## WHAT IS BEING ASKED
Wherever "last" appears in a line of the listing, that line should be returned.

## SUPPLIED MATERIAL

/// Minutes and hours until a held button has emptied the cell.
pub fn held(h: &Held) -> String {
    if let Some((_, t)) = h.opened {
        return format!("over-discharge detection opens after {}", long(t.0));
    }
    let steps: Vec<String> = [("3.0 V", h.to_3_0), ("2.5 V", h.to_2_5), ("2.0 V", h.to_2_0)]
        .iter()
        .filter_map(|(v, t)| t.map(|t| format!("{v} after {}", long(t.0))))
        .collect();
    if steps.is_empty() { "it goes on, and nothing ends it".into() } else { steps.join(", ") }
}

/// A long time in minutes, hours or days.
pub fn long(s: f64) -> String {
    if s < 60.0 {
        format!("{} s", fixed(s, 0))
    } else if s < 5400.0 {
        format!("{} min", fixed(s / 60.0, if s < 600.0 { 1 } else { 0 }))
    } else if s < 172_800.0 {
        format!("{} h", fixed(s / 3600.0, 0))
    } else {
        format!("{} days", fixed(s / 86_400.0, 0))
    }
}

fn layers_lost(left: &Layers, with: &Layers) -> String {
    let pairs = [
        ("over-current", left.over_current, with.over_current),
        ("short circuit", left.short_circuit, with.short_circuit),
        ("over-discharge by the load", left.over_discharge, with.over_discharge),
        ("over-charge", left.over_charge, with.over_charge),
        ("charge over-current", left.charge_over_current, with.charge_over_current),
    ];
    let bare: Vec<&str> = pairs.iter().filter(|(_, left, _)| *left == 0).map(|(name, ..)| *name).collect();
    let thinner: Vec<String> = pairs
        .iter()
        .filter(|(_, left, with)| *left > 0 && left < with)
        .map(|(name, left, with)| format!("{left} of {with} against {name}"))
        .collect();
    let mut said = Vec::new();
    if !bare.is_empty() {
        said.push(format!("nothing is left against {}", bare.join(", ")));
    }
    if !thinner.is_empty() {
        said.push(format!("of the layers there were, {} are left", thinner.join(", ")));
    }
    if said.is_empty() { "the board no longer opens for the load".into() } else { said.join("; ") }
}
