"""Make the environment, run the demo study in it, draw the pictures: `python scripts/demo.py`.

The place is an invented one: a new block by a small square, among its neighbours.
"""

from __future__ import annotations

import sys
from pathlib import Path

from environment import ROOT, environment_python, run, say

STUDY = ROOT / "sample_models" / "study.toml"
RESULTS = ROOT / "sample_models" / "results"

CANNOT = 2
"""The exit code of `insol` for what is not its own fault: here, a machine without the libraries to draw with."""


def demo() -> int:
    """Hours of sun on the demo's faces, a picture for each period, and where they are."""
    python = environment_python("view")
    failed = run(python, "-m", "insol", "run", str(STUDY), "--out", str(RESULTS))
    if failed:
        return failed
    pictures = [RESULTS / f"{period}.png" for period in period_names(STUDY)]
    for picture in pictures:
        failed = run(python, "-m", "insol", "view", str(RESULTS), "--period", picture.stem, "--picture", str(picture))
        if failed == CANNOT:
            say(f"\nThe hours are in {RESULTS}, but nothing can be drawn here: the line above says what to install.")
            return 0
        if failed:
            return failed
    say("\nPictures:")
    for picture in pictures:
        say(f"  {picture}")
    say(f"Tables and the coloured mesh:\n  {RESULTS}")
    say(f"To look around in it:\n  {python} -m insol view {RESULTS}")
    return 0


def period_names(study: Path) -> list[str]:
    """The names of the study's periods, in its order."""
    import tomllib  # here, so that a Python without it is told its age first

    return [period["name"] for period in tomllib.loads(study.read_text(encoding="utf-8"))["period"]]


if __name__ == "__main__":
    sys.exit(demo())
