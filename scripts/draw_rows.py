"""Draws the domain of one window of the demo: where on its rows of declination the sky is open."""

from __future__ import annotations

import sys
from pathlib import Path

import numpy as np

from insol.pipeline import prepare
from insol.study.description import Period
from insol.study.reading import load_study
from insol.visibility.lattice import HALF_TURN_S, PLACE_S
from insol.visibility.tracing import front_windows
from insol.visibility.year import YearQuestion

SAMPLES = Path(__file__).resolve().parent.parent / "sample_models"


def main() -> int:
    """Write sample_models/pictures/rows.png."""
    from dataclasses import replace

    from matplotlib.backends.backend_agg import FigureCanvasAgg
    from matplotlib.figure import Figure

    study = load_study(SAMPLES / "study.toml")
    windows = next(measure for measure in study.measures if measure.kind == "points")
    prepared = prepare(replace(study, measures=(windows,), periods=(Period(name="year", days="year", year=2025),)))
    question = YearQuestion(study.site.latitude, study.site.north_deg)
    everyone = question.answer(prepared.caster, prepared.receptors, lambda: None)
    liveliest = int(everyone["count"].sum(axis=0).argmax())
    receptors = prepared.receptors.piece(liveliest, liveliest + 1)
    answer = question.answer(prepared.caster, receptors, lambda: None)
    rows = question.rows()
    figure = Figure(figsize=(9, 5), dpi=150, facecolor="#fbfaf8")
    FigureCanvasAgg(figure)
    axes = figure.add_axes((0.09, 0.12, 0.88, 0.76), facecolor="#dedad4")
    number = np.repeat(np.arange(len(rows)), answer["count"][:, 0])
    for row, begin, end in zip(number, answer["begin"], answer["end"], strict=True):
        path = rows[row]
        visits = front_windows(receptors.normals, path)
        bounds = float(visits.begin.min()), float(visits.end.max())
        first, last = (np.clip(place * PLACE_S - HALF_TURN_S, *bounds) / 240 for place in (begin, end))
        traced = row % (1 << question.levels) == 0
        axes.plot([first, last], [path.declination] * 2, color="#e0b400" if traced else "#f0d860", lw=1.6, zorder=2)
        axes.plot([first, last], [path.declination] * 2, ".", color="#00224e", ms=2.5, zorder=3)
    axes.plot([path.set / 240 for path in rows], [path.declination for path in rows], color="#5b5853", lw=1)
    axes.plot([path.rise / 240 for path in rows], [path.declination for path in rows], color="#5b5853", lw=1)
    axes.set(xlim=(-135, 135), ylim=(-25, 25), xlabel="hour angle, degrees (noon 0, afternoon positive)")
    axes.set_ylabel("declination, degrees")
    axes.set_title("Open sky on the year's rows, one window; darker rows were traced whole", size=10, loc="left")
    figure.savefig(SAMPLES / "pictures" / "rows.png", metadata={"Software": None})
    return 0


if __name__ == "__main__":
    sys.exit(main())
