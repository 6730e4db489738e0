"""The project's own virtual environment, made when it is missing and brought up to date when it is not.

Standard library only, and no word of Python that an older one could not read: a machine that has
nothing but an old Python is told so in one line.
"""

from __future__ import annotations

import hashlib
import json
import shutil
import subprocess
import sys
from pathlib import Path

ROOT = Path(__file__).resolve().parent.parent
ENVIRONMENT = ROOT / ".venv"
STAMP = ENVIRONMENT / "installed.json"
OLDEST = (3, 11)


def environment_python(*extras: str) -> Path:
    """The environment's Python, with the project and these extras of it installed.

    The installation is editable: a change of the sources needs no new one, only a change of
    pyproject.toml does, or of the Python that runs this.

    Raises
    ------
    SystemExit
        This Python is too old, or the environment or an installation failed; one line says why.
    """
    if sys.version_info < OLDEST:
        found = ".".join(str(number) for number in sys.version_info[:3])
        sys.exit("Python {}.{} or newer is needed, this is {} ({})".format(*OLDEST, found, sys.executable))
    inside = python_of(ENVIRONMENT)
    made = read_stamp()
    if made.get("python") != sys.version or not works(inside):
        make_environment()
        made = {}
    wanted = {"python": sys.version, "project": fingerprint(ROOT / "pyproject.toml")}
    extras_there = set(made.get("extras", [])) if made.get("project") == wanted["project"] else set()
    if not made or not set(extras) <= extras_there or made.get("project") != wanted["project"]:
        every = sorted(extras_there | set(extras))
        install(inside, every)
        STAMP.write_text(json.dumps({**wanted, "extras": every}), encoding="utf-8")
    return inside


def python_of(environment: Path) -> Path:
    """Where a virtual environment keeps its Python."""
    return environment / ("Scripts/python.exe" if sys.platform == "win32" else "bin/python")


def works(python: Path) -> bool:
    """Whether a Python starts: one whose folder or base was moved does not."""
    try:
        return subprocess.run([str(python), "-c", ""], capture_output=True, check=False).returncode == 0
    except OSError:
        return False


def make_environment() -> None:
    """Make the environment anew."""
    say(f"making an environment in {ENVIRONMENT}")
    if ENVIRONMENT.exists():
        shutil.rmtree(ENVIRONMENT)
    made = subprocess.run([sys.executable, "-m", "venv", str(ENVIRONMENT)], capture_output=True, text=True, check=False)
    if made.returncode:
        shutil.rmtree(ENVIRONMENT, ignore_errors=True)
        said = (made.stdout + made.stderr).strip()
        hint = " Install python3-venv." if "ensurepip" in said else f" It said: {said}"
        sys.exit(f"the environment could not be made.{hint}")


def install(python: Path, extras: list[str]) -> None:
    """Install the project with extras, showing what pip does."""
    what = str(ROOT) + (f"[{','.join(extras)}]" if extras else "")
    say("installing insol and what it needs: some minutes the first time")
    options = ["--quiet", "--disable-pip-version-check", "--no-input"]
    done = subprocess.run([str(python), "-m", "pip", "install", *options, "--editable", what], check=False)
    if done.returncode:
        sys.exit("the installation failed; what pip says above tells why. It needs a connection to a package index.")


def run(python: Path, *arguments: str) -> int:
    """Run the environment's Python in the project's folder; its exit code."""
    try:
        return subprocess.run([str(python), *arguments], cwd=ROOT, check=False).returncode
    except KeyboardInterrupt:
        return 130


def read_stamp() -> dict:
    """What was installed, and by which Python; empty when nothing was, or when it was cut short."""
    try:
        made = json.loads(STAMP.read_text(encoding="utf-8"))
    except (OSError, ValueError):
        return {}
    return made if isinstance(made, dict) else {}


def fingerprint(path: Path) -> str:
    """The SHA-256 of a file."""
    return hashlib.sha256(path.read_bytes()).hexdigest()


def say(line: str) -> None:
    """Tell how far it is, at once and before what a child process prints."""
    print(line, flush=True)
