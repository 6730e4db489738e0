"""Make the sample models anew: `python scripts/make_samples.py [FOLDER]`. Needs numpy; always writes the same.

Ostermarsh is an invented town. Around Lantern Square stand a hall, an arcade, a court, rows of
houses, a malt house; on the cleared yard south of the square a new block is proposed.
The second place is a wall on the equator, whose hours of sun are known by hand.
"""

from __future__ import annotations

import sys
from collections.abc import Sequence
from pathlib import Path

import numpy as np
from solids import (
    Named,
    Shape,
    arc,
    at_height,
    box,
    cap,
    court,
    extruded,
    gabled,
    joined,
    obj_text,
    pointed,
    prism,
    rectangle,
    regular,
    ring,
    turned,
    write,
)

FOLDER = Path(__file__).resolve().parent.parent / "sample_models"
NORTH_DEG = 24.0
"""Bearing of the models' +y axis, as the studies say it."""

GROUND_FLOOR_M, FLOOR_M = 4.2, 3.3

Outline = Sequence[tuple[float, float]]
"""Corners in plan, counter-clockwise [m]."""


def surroundings() -> Named:
    """The neighbours, clockwise from the north of the square."""
    return {**north_side(), **east_side(), **south_side(), **west_side()}


def north_side() -> Named:
    """A court under a mansard, an L with a stair tower, a lane of houses behind a gate."""
    outer, inner = rectangle(-4, 52, 58, 100), rectangle(9, 65, 45, 87)
    ell = [(70, 52), (112, 52), (112, 66), (84, 66), (84, 92), (70, 92)]
    parts: Named = {
        "tilers-court/floors": court(outer, inner, 0, 14.5),
        "tilers-court/mansard": court(outer, inner, 14.5, 18.1, lean=1.6),
        "weighhouse/wings": prism(ell, 0, 12),
        "weighhouse/attic": prism([(72, 54), (110, 54), (110, 64), (82, 64), (82, 90), (72, 90)], 12, 15),
        "weighhouse/stair": prism(regular(8, 3.4, (86, 68)), 0, 18.5),
        "wool-gate": wool_gate(),
    }
    for number, (eaves, ridge) in enumerate([(8.4, 12.6), (9.6, 13.2), (8.0, 12.9), (10.2, 14.4), (7.6, 11.4)], 1):
        y = 43 + 11 * number
        parts[f"corn-street-{number:02}"] = gabled(-44, y, -28, y + 11, eaves, ridge, along="x")
    return parts


def wool_gate() -> Shape:
    """A gate house over the lane that leaves the square to the north-west."""
    profile = [(-26, 0), (-19.6, 0), *arc(-17, 3.2, 2.6, 12), (-14.4, 0), (-8, 0), (-8, 9), (-17, 13), (-26, 9)]
    return extruded(profile, 54, 62, along="y")


def east_side() -> Named:
    """An arcade along the square, houses with hipped roofs, the saw-tooth roofs of the rope works."""
    arches: list[tuple[float, float]] = []
    for number in range(6):
        centre = 3.4 + 6.2 * number
        arches += [(centre - 2.2, 0), *arc(centre, 3.0, 2.2, 10), (centre + 2.2, 0)]
    front = [(0, 0), *arches, (37.8, 0), (37.8, 6.4), (0, 6.4)]
    parts: Named = {
        "arcade-house/arcade": extruded(front, 64, 65, along="x"),
        "arcade-house/shops": box(69, 0, 0, 80, 37.8, 6.4),
        "arcade-house/floors": box(64, 0, 6.4, 80, 37.8, 16),
        "arcade-house/roof": extruded([(64, 16), (80, 16), (76, 19.4), (68, 19.4)], 0, 37.8, along="y"),
        "rope-works": extruded(saw_tooth(96, 6.5, 10.2, 8, 4), -62, -20, along="y"),
    }
    for number, (size, eaves, apex) in enumerate([(11, 6.2, 10.5), (12, 6.8, 11.5), (10, 6, 9.8), (12.5, 7, 12)], 1):
        house = pointed(rectangle(96, 16 * number - 22, 96 + size, 16 * number - 22 + size), 0, eaves, apex)
        parts[f"ferry-street-{number:02}"] = turned(house, 7 * number - 16, (100, 16 * number - 16))
    return parts


def saw_tooth(start: float, low: float, high: float, width: float, teeth: int) -> list[tuple[float, float]]:
    """The profile of a shed with glazed teeth: steep faces look one way."""
    end = start + width * teeth
    roof = [(end - width * n - dx, z) for n in range(teeth) for dx, z in ((0, low), (width - 0.8, high))]
    return [(start, 0), (end, 0), *roof, (start, low)]


def south_side() -> Named:
    """A terrace of gabled houses, and an L of workshops that keeps to an older street line."""
    eaves = (6.1, 6.1, 6.6, 6.1, 7.2, 6.1, 6.6, 6.1, 6.6)
    parts: Named = {
        f"coopers-row-{number:02}": gabled(-8 + 7.5 * number, -82, -0.5 + 7.5 * number, -71, z, z + 4.3, along="x")
        for number, z in enumerate(eaves)
    }
    ell = prism([(-58, -88), (-22, -88), (-22, -77), (-46, -77), (-46, -62), (-58, -62)], 0, 7.4)
    attic = prism([(-56, -86), (-24, -86), (-24, -79), (-48, -79), (-48, -64), (-56, -64)], 7.4, 10.2)
    parts["chandlers-yard/workshops"] = turned(ell, 9, (-40, -75))
    parts["chandlers-yard/lofts"] = turned(attic, 9, (-40, -75))
    for number, height in enumerate((16.5, 13.2, 19.8), 1):
        low = rectangle(62 + 14 * (number - 1), -86, 74 + 14 * (number - 1), -70)
        high = rectangle(64 + 14 * (number - 1), -84, 72 + 14 * (number - 1), -72)
        parts[f"ferry-quay-{number:02}/floors"] = prism(low, 0, height)
        parts[f"ferry-quay-{number:02}/attic"] = prism(high, height, height + 3)
    return parts


def west_side() -> Named:
    """The lantern hall with its tower and apse, the malt house with a round kiln and a chimney."""
    parts: Named = {
        "lantern-hall/nave": gabled(-46, 8, -18, 26, 10.5, 18.5, along="x"),
        "lantern-hall/apse": pointed(regular(12, 6.5, (-46, 17)), 0, 7.5, 12),
        "lantern-hall/porch": gabled(-36, 4.5, -30, 8, 4, 6.5, along="y"),
        "lantern-hall/tower": box(-18, 12.5, 0, -9, 21.5, 21),
        "lantern-hall/lantern": pointed(regular(8, 3.6, (-13.5, 17)), 21, 25.5, 36),
        "malt-house/floors": prism([(-48, -44), (-16, -44), (-16, -30), (-34, -26), (-48, -26)], 0, 15.5),
        "malt-house/kiln": pointed(regular(20, 6, (-24, -20)), 0, 11, 19.5),
        "malt-house/chimney": prism(regular(10, 1.3, (-40, -20)), 0, 27),
    }
    for number, height in enumerate((9.8, 12.4, 11.1, 9.2), 1):
        low, high = -52.0 + 26 * number - 26, -52.0 + 26 * number - 2
        outline = [(-76, low), (-62, low + 1.5), (-61, high), (-74.5, high - 2)]
        parts[f"glaziers-lane-{number:02}"] = prism(outline, 0, height)
    return parts


def proposed() -> Named:
    """The new block: façades by floor and side, as sheets that close to a body with roofs and undersides."""
    return {**block_a(), **block_b(), **pergola()}


U_OUTLINE = [(0, -56), (13, -56), (13, -30), (39, -30), (39, -56), (52, -56), (52, -14), (0, -14)]
U_SIDES = ("south", "yard-west", "yard-north", "yard-east", "south", "east", "north", "west")
U_SET_BACK = [(2.2, -53), (11, -53), (11, -27.5), (41, -27.5), (41, -53), (49.8, -53), (49.8, -16.2), (2.2, -16.2)]


def block_a() -> Named:
    """A U around a yard that opens to the south: passage, five floors, a floor set back, balconies."""
    parts = {**ground_floor(), **floors("block-a", U_OUTLINE, U_SIDES, 5)}
    top = GROUND_FLOOR_M + 5 * FLOOR_M
    outline, inset = at_height(U_OUTLINE, top), at_height(U_SET_BACK, top)
    parts["block-a/terrace"] = ring(outline, inset)
    parts |= sides("block-a/floor-06", U_SET_BACK, U_SIDES, top, top + FLOOR_M)
    parts["block-a/roof"] = cap(at_height(U_SET_BACK, top + FLOOR_M), facing_up=True)
    parts["block-a/plant"] = box(20, -25, top + FLOOR_M, 32, -19, top + FLOOR_M + 2.4)
    for floor in range(1, 6):
        z = GROUND_FLOOR_M + (floor - 1) * FLOOR_M
        slabs = [box(x, -31.6, z - 0.2, x + 4, -30, z) for x in (14.5, 20.8, 27.2, 33.5)]
        parts[f"block-a/balconies/floor-{floor:02}"] = joined(*slabs)
    return parts


def ground_floor() -> Named:
    """The ground floor of block A, with a vaulted passage from the square to the yard."""
    arch = [(23.1, 0.0), *arc(26, 0.9, 2.9, 14), (28.9, 0.0)]
    parts = sides("block-a/floor-00", U_OUTLINE, U_SIDES, 0, GROUND_FLOOR_M)
    for side, y, ends in (("north", -14.0, (0.0, 52.0)), ("yard-north", -30.0, (13.0, 39.0))):
        profile = [(ends[0], 0.0), *arch, (ends[1], 0.0), (ends[1], GROUND_FLOOR_M), (ends[0], GROUND_FLOOR_M)]
        wall = np.array([(x, y, z) for x, z in profile])
        parts[f"block-a/floor-00/{side}"] = Shape(wall, (tuple(range(len(wall)))[:: -1 if side == "north" else 1],))
    strips = ring(*([(x, y, z) for x, z in arch] for y in (-14.0, -30.0)))
    parts["block-a/passage"] = Shape(strips.vertices, strips.polygons[:-1])  # the last would close it underfoot
    west = [(0, -56), (13, -56), (13, -30), (23.1, -30), (23.1, -14), (0, -14)]
    east = [(28.9, -30), (39, -30), (39, -56), (52, -56), (52, -14), (28.9, -14)]
    parts["block-a/underside"] = joined(*(cap(at_height(half, 0), facing_up=False) for half in (west, east)))
    return parts


def block_b() -> Named:
    """A tower of ten floors with cut corners beside the yard."""
    x0, y0, x1, y1, cut = 62.0, -52.0, 80.0, -34.0, 3.0
    outline = [
        (x0 + cut, y0), (x1 - cut, y0), (x1, y0 + cut), (x1, y1 - cut),
        (x1 - cut, y1), (x0 + cut, y1), (x0, y1 - cut), (x0, y0 + cut),
    ]  # fmt: skip
    names = ("south", "south-east", "east", "north-east", "north", "north-west", "west", "south-west")
    parts = {**sides("block-b/floor-00", outline, names, 0, GROUND_FLOOR_M), **floors("block-b", outline, names, 9)}
    top = GROUND_FLOOR_M + 9 * FLOOR_M
    parts["block-b/roof"] = cap(at_height(outline, top), facing_up=True)
    parts["block-b/underside"] = cap(at_height(outline, 0), facing_up=False)
    return parts


def pergola() -> Named:
    """Slats on posts along the south edge of the square."""
    parts: Named = {"pergola/posts": joined(*(box(x, y, 0, x + 0.2, y + 0.2, 3) for x in (4, 14, 24) for y in (2, 5)))}
    slats = [box(3.5 + 0.75 * n, 1.6, 3, 3.65 + 0.75 * n, 5.6, 3.25) for n in range(29)]
    parts["pergola/slats"] = joined(*slats)
    return parts


def floors(block: str, outline: Outline, names: Sequence[str], count: int) -> Named:
    """The upper floors of a block, each side of each floor a part."""
    parts: Named = {}
    for floor in range(1, count + 1):
        low = GROUND_FLOOR_M + (floor - 1) * FLOOR_M
        parts |= sides(f"{block}/floor-{floor:02}", outline, names, low, low + FLOOR_M)
    return parts


def sides(storey: str, outline: Outline, names: Sequence[str], low: float, high: float) -> Named:
    """One storey's façades; sides of one name are one part."""
    strip = ring(at_height(outline, low), at_height(outline, high))
    found: dict[str, list[Shape]] = {}
    for name, polygon in zip(names, strip.polygons, strict=True):
        found.setdefault(f"{storey}/{name}", []).append(Shape(strip.vertices[list(polygon)], ((0, 1, 2, 3),)))
    return {name: joined(*shapes) for name, shapes in found.items()}


WINDOWS = (
    # name, x, y, z, bearing of the outward normal in the model
    ("block-a flat 1.1, living", 6.5, -14, 6.0, 0),
    ("block-a flat 1.4, living", 26, -30, 6.0, 180),
    ("block-a flat 3.4, living", 26, -30, 12.6, 180),
    ("block-a flat 5.4, living", 26, -30, 19.2, 180),
    ("block-a flat 2.2, kitchen", 13, -43, 9.3, 90),
    ("block-a flat 2.7, kitchen", 39, -43, 9.3, 270),
    ("block-b flat 1.2, living", 71, -52, 6.0, 180),
    ("block-b flat 8.2, living", 71, -52, 29.1, 180),
    ("arcade-house, first floor", 64, 19, 8.5, 270),
    ("tilers-court, ground floor", 27, 52, 1.7, 180),
    ("tilers-court, third floor", 27, 52, 11.0, 180),
    ("coopers-row-04, kitchen", 25.8, -71, 1.6, 0),
    ("lantern-hall, east light", -9, 17, 17.5, 90),
)


def windows_csv() -> str:
    """A dozen named windows, their bearings turned to true azimuths."""
    rows = [f'"{name}",{x:g},{y:g},{z:g},{(bearing + NORTH_DEG) % 360:g},90' for name, x, y, z, bearing in WINDOWS]
    return "\n".join(["name,x_m,y_m,z_m,azimuth_deg,tilt_deg", *rows]) + "\n"


WALL_HEIGHT_M = 10.0
"""Of the wall on the equator. It runs north and south; the ground east of it is measured."""


def wall_points_csv() -> str:
    """Level points that lose the sun one, two, ... five hours after noon, on every day of the year.

    On the equator the sun's height in the vertical plane from east to west is 90 degrees less its
    hour angle, whatever its declination. So a wall of height H hides it from the ground at a
    distance D once tan(hour angle) = D / H.
    """
    rows = []
    for hours in range(1, 6):
        away = WALL_HEIGHT_M * np.tan(np.radians(15.0 * hours))
        rows.append(f"until {12 + hours}:00 solar,{away:.6f},0,0,0,0")
    return "\n".join(["name,x_m,y_m,z_m,azimuth_deg,tilt_deg", *rows]) + "\n"


def make(folder: Path) -> None:
    """Write every model and table."""
    invented = "An invented place, made by scripts/make_samples.py."
    new = proposed()
    write(folder / "surroundings.obj", obj_text(surroundings(), [invented, "Metres, z up."]))
    write(folder / "proposed.obj", obj_text(new, [invented, "Metres, z up."]))
    write(folder / "proposed-mm-yup.obj", obj_text(new, [invented, "Millimetres, y up."], mm_y_up=True))
    write(folder / "windows.csv", windows_csv())
    wall = {"wall": box(-0.3, -400, 0, 0, 400, WALL_HEIGHT_M)}
    write(folder / "known-by-hand" / "wall.obj", obj_text(wall, [invented, "Metres, z up."]))
    write(folder / "known-by-hand" / "points.csv", wall_points_csv())


if __name__ == "__main__":
    make(Path(sys.argv[1]) if len(sys.argv) > 1 else FOLDER)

## THE COMPLETED TASK
        first, last = (np.clip(place * PLACE_S - HALF_TURN_S, *bounds) / 240 for place in (begin, end))
        axes.plot([first, last], [path.declination] * 2, color="#e0b400" if traced else "#f0d860", lw=1.6, zorder=2)
        axes.plot([first, last], [path.declination] * 2, ".", color="#00224e", ms=2.5, zorder=3)
    parts["block-a/passage"] = Shape(strips.vertices, strips.polygons[:-1])  # the last would close it underfoot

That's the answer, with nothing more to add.